Até filmar esses fatos o escritor filmou... filme no século XIX! Dumas, um bon vivant que apreciava muito a gastronomia, não fez de seu Dicionário o sucesso das suas outras duas obras primas, mas nos deixou um legado que serve de referência e fonte inesgotável de informações gastronômicas até hoje. Mas a sua geleia já não é mais a mesma! Imaginem a geleia de pimenta executada pela definição do dicionário: pimentas maduras cozinhadas com açúcar até uma consistência adequada! O seu sabor seria perfeito para o dragão de São Jorge se alimentar, já que está acostumado a soltar fogo pelas ventas!

O aspecto gelatinoso da geleia vem da pectina, que nem a pimenta e nem a maioria das frutas a têm, portanto, para essas geleias temos que usar outro fruto como base. Maçã, ameixa, laranja, damasco, jabuticaba e outros são fontes naturais de pectina, que necessita também de acidez para sua formação. A casca da laranja é usada como base para as geleias exóticas por ter um sabor marcante de absolutamente nada. Para uma boa geleia de rosas, peguemos das flores o sabor e o perfume, e a gelatina da pectina vinda da neutralidade da casca de laranja. Essa geleia transforma um sorvete de creme sem graça em uma sobremesa elegante e sutil que pode ser servida com pétalas cristalizadas. Também está na casca e nas sementes de maçãs ácidas uma boa fonte de pectina.

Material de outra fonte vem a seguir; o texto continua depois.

def test_integrals_of_a_universe_that_loitered() -> None:
    """A little less Λ than would have had it bounce (Carroll, Press & Turner 1992, eq. 12): near
    z = 1.2 it all but stood still, and both integrands have a sharp peak there."""
    loitering = Friedmann("70", "0.3", "1.70")
    for z in (0.5, 1.3, 1.5, 3.0, 100.0):
        for function, reference in [
            (distance_comoving, Friedmann.comoving),
            (age_at_redshift, Friedmann.age),
            (time_lookback, Friedmann.lookback),
        ]:
            expected = float(reference(loitering, z))
            assert function(z, loitering.as_argument) == pytest.approx(expected, rel=1e-10, abs=0)


@EVERY_UNIVERSE
def test_age_and_rate_today(name: str) -> None:
    universe = UNIVERSES[name]
    assert age_of_universe(ours(name)) == pytest.approx(float(universe.age(0.0)), rel=REL)
    for z in POINTS:
        rate = float(mpf(universe.h0) * mp.sqrt(universe.squared(1 + mpf(z))))
        assert expansion_rate(z, ours(name)) == pytest.approx(rate, rel=1e-12)


@EVERY_UNIVERSE
def test_the_deceleration_past_and_future(name: str) -> None:
    """It is of the order of one and goes through zero. Below z = 0 there are no distances, but the
    expansion goes on."""
    for z in (-0.99, -0.7, -0.2, 0.0, *POINTS):
        expected = float(UNIVERSES[name].deceleration(z))
        assert deceleration(z, ours(name)) == pytest.approx(expected, rel=REL, abs=REL), z


@pytest.mark.parametrize("z", [1e-12, 1e-9, 1e-6])
def test_next_to_nothing_keeps_its_digits(z: float) -> None:
    """Hogg 1999, sec. 4: to first order every distance is c·z/H0; the second order is z/2 of it."""
    first = float(PLANCK.hubble_distance * mpf(z))
    for function in (distance_comoving, distance_luminosity, distance_light_travel):
        assert function(z) == pytest.approx(first, rel=2 * z + 1e-12)


# --------------------------------------------------------------------- one call and a column


@pytest.mark.parametrize(
    "function",
    [
        distance_comoving,
        distance_transverse,
        distance_luminosity,
        distance_angular,
        distance_light_travel,
        distance_modulus,
        scale_transverse,
        volume_comoving,
        age_at_redshift,
        time_lookback,
        expansion_rate,
        deceleration,
    ],
    ids=lambda function: function.name,
)
@EVERY_UNIVERSE
def test_a_column_is_what_single_calls_are(name: str, function: Function) -> None:
    z = np.concatenate([[1e-9], np.geomspace(1e-4, 1100, 97), [1e5]])
    column = function(z, cosmology=ours(name))
    single = np.array([function(float(each), cosmology=ours(name)) for each in z])
    np.testing.assert_allclose(column, single, rtol=2e-14, atol=1e-14)
    square = z[:96].reshape(8, 12)
    np.testing.assert_array_equal(
        function(square, cosmology=ours(name)), column[:96].reshape(8, 12)
    )


# ------------------------------------------------------------------------------ the inverses

BACK = 1e-9
"""Relative. Rounding alone takes 1e-11: of an age near today at z = 1e-4, and of a lookback time
at z = 1000, where its last 3e-5 hold all higher redshifts."""

RANGE = np.geomspace(1e-4, 1000, 141)
INVERSES: dict[str, tuple[Callable[[Any, Any], Any], Callable[[Any, Any], Any]]] = {
    "comoving": (distance_comoving, lambda d, c: redshift_from_distance(d, "comoving", c)),
    "luminosity": (distance_luminosity, lambda d, c: redshift_from_distance(d, "luminosity", c)),
    "light-travel": (
        distance_light_travel,
        lambda d, c: redshift_from_distance(d, "light-travel", c),
    ),
    "age": (age_at_redshift, redshift_from_age),
    "lookback": (time_lookback, redshift_from_lookback),
    "modulus": (
        distance_modulus,
        lambda m, c: redshift_from_distance(distance_from_modulus(m), "luminosity", c),
    ),
}


@EVERY_UNIVERSE
@pytest.mark.parametrize("kind", INVERSES)
def test_inverses_of_columns(name: str, kind: str) -> None:
    forward, backward = INVERSES[kind]
    back = backward(forward(RANGE, ours(name)), ours(name))
    np.testing.assert_allclose(back, RANGE, rtol=BACK)


@EVERY_UNIVERSE
@pytest.mark.parametrize("kind", INVERSES)
def test_inverses_of_single_numbers(name: str, kind: str) -> None:
    forward, backward = INVERSES[kind]
    for z in RANGE[::10].tolist():
        back = backward(forward(z, ours(name)), ours(name))
        assert isinstance(back, float)
        assert back == pytest.approx(z, rel=BACK)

Já a pimenta, que não tem acidez, a toma emprestada da maçã, que também faz a base da geleia e não precisa necessariamente ser servida com queijo brie, como sugerem vários cardápios sem originalidade de pretensos bistrôs. Do Grande Dicionário de Dumas peguei a geleia como um exemplo, mas ele disserta em mais de seiscentos verbetes e quatrocentas receitas, um retrato da gastronomia da época, e mostra o quão pouco ela mudou quando falamos de alimentação em sua forma mais pura, sem espumas, gelecas, melecas laboratoriais e outras modernidades sintéticas.

O cordeiro à moda húngara descrito no século XIX é o mesmo apresentado hoje em bistrôs franceses, sendo que na época não existiam nem os confortos do gás e da geladeira, muito menos de câmaras hiperbáricas com cronômetros digitais para garantir a textura semelhante à da carne cozida no fogão a lenha. É mais lógico voltar ao fogão a lenha e colocar cozinheiras na cozinha ao invés dos atuais doutores-físico-químicos-molecures-cozinheiros criados em laboratórios. Grande Dicionário de Culinária de Alexandre Dumas... vale cada página! Inclusive pelas ilustrações de mestres como Doré, Varin e Grandville, que fizeram de seus traços um traço marcante na França dos séculos XV a XIX.